Scatophagus
argus - How long can you keep them?
by W. Hering
of Cape Town, South Africa, c/o The Calypso Fish and Aquaria Club, London, England.
Aquarticles
Do you belong to the small group of lucky aquarists
who can keep these fish without any difficulty for years, or is your mortality rate so
high that you are bound to buy new ones every few months to give them another try? If you are a member of the latter group - which, in my experience, is in the majority - it will
perhaps pay you to consider to keep them in the way I do.
Scats are common inhabitants of estuarine
waters of Malaysia but also occur as landlocked populations in fresh water far from the
sea. According to information I have had, most of these fish are caught in brackish water
along the coast, thus saving the expense of long transport to sea or air ports. Until the
time of shipment they are kept in natural brackish water, but afterwards they are
transferred to fresh water, sometimes with added salt, sometimes without. No wonder that
quite a number of them are already in a bad state before they land in your tank.
If you are lucky, you might unwittingly become the owner of scats
caught in freshwater. In this case you probably will have no problems at all and are even
able to give good advice to your unlucky fellow aquarists, unfortunately not helping them
very much.
It has been said that
scats must he kept in hard, alkaline and slightly saline water: for
this reason it is commonly advised to add some table salt to the water. Nothing could
be more wrong, because most of the scats are not dying because of low salinity.
Aquarists often find that the addition of salt does not have any beneficial effect on
their fish at all.

Mostly the
mortality is due to two factors, viz.:
1. The
wrong percentage ratio of magnesium to
calcium water.
- In sea
water: Magnesium approx. 1,294 p.p.m., Calcium
413 p.p.m.
- In local (Cape Town) average tap water: Magnesium 2 - 5p.p.m., Calcium 9 - 15p.p.m.
Therefore I rectify
somewhat by increasing the magnesium content by adding two teaspoons of Magnesium
sulphate (Epsom Salts) to every four to five gallons of tap water.
2. Phenol poisoning.
Phenol is a slow acting nerve poison. Symptoms,
therefore, are: nervousness, convulsions, the fish dart wildly around the tank and are
very frightened. In fact they may become so agitated that they ram their heads against
rocks and glass, and even shoot downwards at high speed to bury their heads deeply in the
sand.

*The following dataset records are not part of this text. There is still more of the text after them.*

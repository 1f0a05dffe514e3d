//! The whole check of a board: its cost should grow in step with its parts.

#![allow(clippy::unwrap_used, clippy::indexing_slicing, reason = "a bench that meets what it does not expect fails")]
#![allow(missing_docs, unreachable_pub, reason = "a program of its own")]

mod common;

use common::{Style, board};
use divan::counter::ItemsCount;
use divan::{Bencher, black_box};
use railworthy::board::Board;
use railworthy::checks::{Checks, DefinedNames};
use railworthy::knowledge::Knowledge;
use railworthy::{netlist, review};
use rayon::prelude::*;

const SIZES: [usize; 4] = [300, 1_000, 10_000, 100_000];

fn main() {
    divan::main();
}

/// Everything from the bytes to reviewed findings.
#[divan::bench(args = SIZES, sample_count = 5)]
fn whole_check(bencher: Bencher<'_, '_>, parts: usize) {
    let text = board(parts, Style::E);
    let knowledge = Knowledge::built_in();
    let (checks, problems) = Checks::load(&knowledge.checks, &DefinedNames);
    assert!(problems.is_empty());
    bencher.counter(ItemsCount::new(parts)).bench_local(|| {
        let examined =
            review::examine("bench.net", text.as_bytes(), Board::default(), &knowledge, &checks, "2026-06-01");
        assert_eq!(black_box(examined.unwrap()).design.regulators.len(), parts / 5);
    });
}

/// A repository of boards, one after the other and side by side: the ratio should be near the number of processors.
#[divan::bench(args = [false, true], sample_count = 5)]
fn many_boards(bencher: Bencher<'_, '_>, side_by_side: bool) {
    const BOARDS: usize = 24;
    let text = board(1_000, Style::E);
    let knowledge = Knowledge::built_in();
    let (checks, _) = Checks::load(&knowledge.checks, &DefinedNames);
    let one = |_| {
        let examined =
            review::examine("bench.net", text.as_bytes(), Board::default(), &knowledge, &checks, "2026-06-01");
        examined.unwrap().findings.len()
    };
    bencher.counter(ItemsCount::new(BOARDS)).bench_local(|| {
        let found: usize =
            if side_by_side { (0..BOARDS).into_par_iter().map(one).sum() } else { (0..BOARDS).map(one).sum() };
        assert!(black_box(found) > 0);
    });
}

/// Reading alone, for the share that it has.
#[divan::bench(args = SIZES, sample_count = 5)]
fn reading(bencher: Bencher<'_, '_>, parts: usize) {
    let text = board(parts, Style::D);
    bencher.counter(ItemsCount::new(parts)).bench_local(|| {
        drop(black_box(netlist::read("bench.net", black_box(&text).as_bytes())));
    });
}

/// What every start costs: part files, technologies, supplies and checks.
#[divan::bench]
fn loading_what_is_built_in() -> usize {
    let knowledge = Knowledge::built_in();
    let (checks, _) = Checks::load(&knowledge.checks, &DefinedNames);
    black_box(checks.len() + knowledge.families.len())
}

Phenol formation can be observed even in well kept tanks four to eight hours after
feeding. Scats are far more sensitive to it than any other fish and accumulate the poison
in their tissues.
To prevent phenol poisoning
I use an activated charcoal filter. One pint of this charcoal in a five gallon tank
occupied by two scats remains active for four to six weeks.
"Pressure
Disease".
Further, mention must be made that in the
first weeks, before the fish are fully acclimatised, they may suffer from the so-called
Pressure Disease. In this condition the
tissue and blood of the fish are flooded with water because of the difference in
osmotic pressure between the inner and outer medium.
The process of osmosis regulation
in brackish water fish is complicated and I must admit that very little about the nature
of this mechanism is known.
In simple language it could be explained as follows:
Marine fishes lose water
constantly by osmosis. They replenish this loss by swallowing large quantities of sea water. In their intestines
the sea water salts are absorbed and excessive salt is excreted by special cells in the
gill epithelium, the so called chloride cells.
Freshwater fishes practically
do not drink water at all. Instead of the "chloride cells" they have mucous
filaments in their gills which can absorb water and salts from the outer medium (the
surrounding water). Excessive water and salt are excreted through the kidneys.
If you put a marine fish into
fresh water it will not stop its habit of drinking water. Brackish water fish behave like
marine fish, but when transferred to fresh water they stop drinking this and slowly
their "chloride cells" degenerate and,
let's say, "water cells" appear as in freshwater fish.
The art of acclimatising brackish water fish
to fresh water, therefore, is
to synchronise the dilution of the salt water with the gradual disappearance of the "chloride cells" and the formation of
the "water cells".
In
their natural environment scats regulate their osmotic pressure
in a very ingenious way: they eat the excrements of other animals, preferably of
those with a high urea content, like in ducks and other birds. Francis Day, in
"Fishes of India" (1878), said: "I have opened many specimens and of these
taken near inhabited locations had as a rule their stomachs full of ordure." Furthermore they scrape stones, etc., that are
overgrown by certain algae - in Malaya called "lap-lap" - blue-green algae
of high nitrogen content.In an aquarium they eat their own faeces, and those of other
fish.
Now a phenomenon occurred which
at first we could not explain. If scats were fed on the excrements of freshwater fish they
always died in a short time. The reason for this may be that freshwater teleosts excrete
practically no urea but mostly ammonia, which is poisonous.
Therefore, before the fish
are fully acclimatised, we have to keep them separate and not together with other fishes.
If scats are put into distilled water and fed with urea they survive this treatment for
about a week, whereas without urea they die within hours.
To feed scats with urea is a
tricky business since an infinitesimal amount too much will poison them. Looking around
for a substitute we found an excellent food in ox kidney. The kidneys must be frozen
first, otherwise they are too difficult to digest. Care must also be taken to avoid fatty
parts. I have fed scats over the years on nothing else but kidneys
and algae.
Filamentous algae I
collect once or twice a year in freshwater pools around Cape Town. I hang them over string
in a shady place to dry them, and packed in plastic bags and stored in a dark room they
keep their green colour for months. The best
algae to feed are a euryaline species called Enteromorpha which grows here in a
small brackish water river on the way to Strandfontein in huge quantities. These algae
have a high vitamin B1 content. The dried algae are first soaked in fresh water (not in
aquarium water) where they swell up immediately and cannot be differentiated from fresh
algae.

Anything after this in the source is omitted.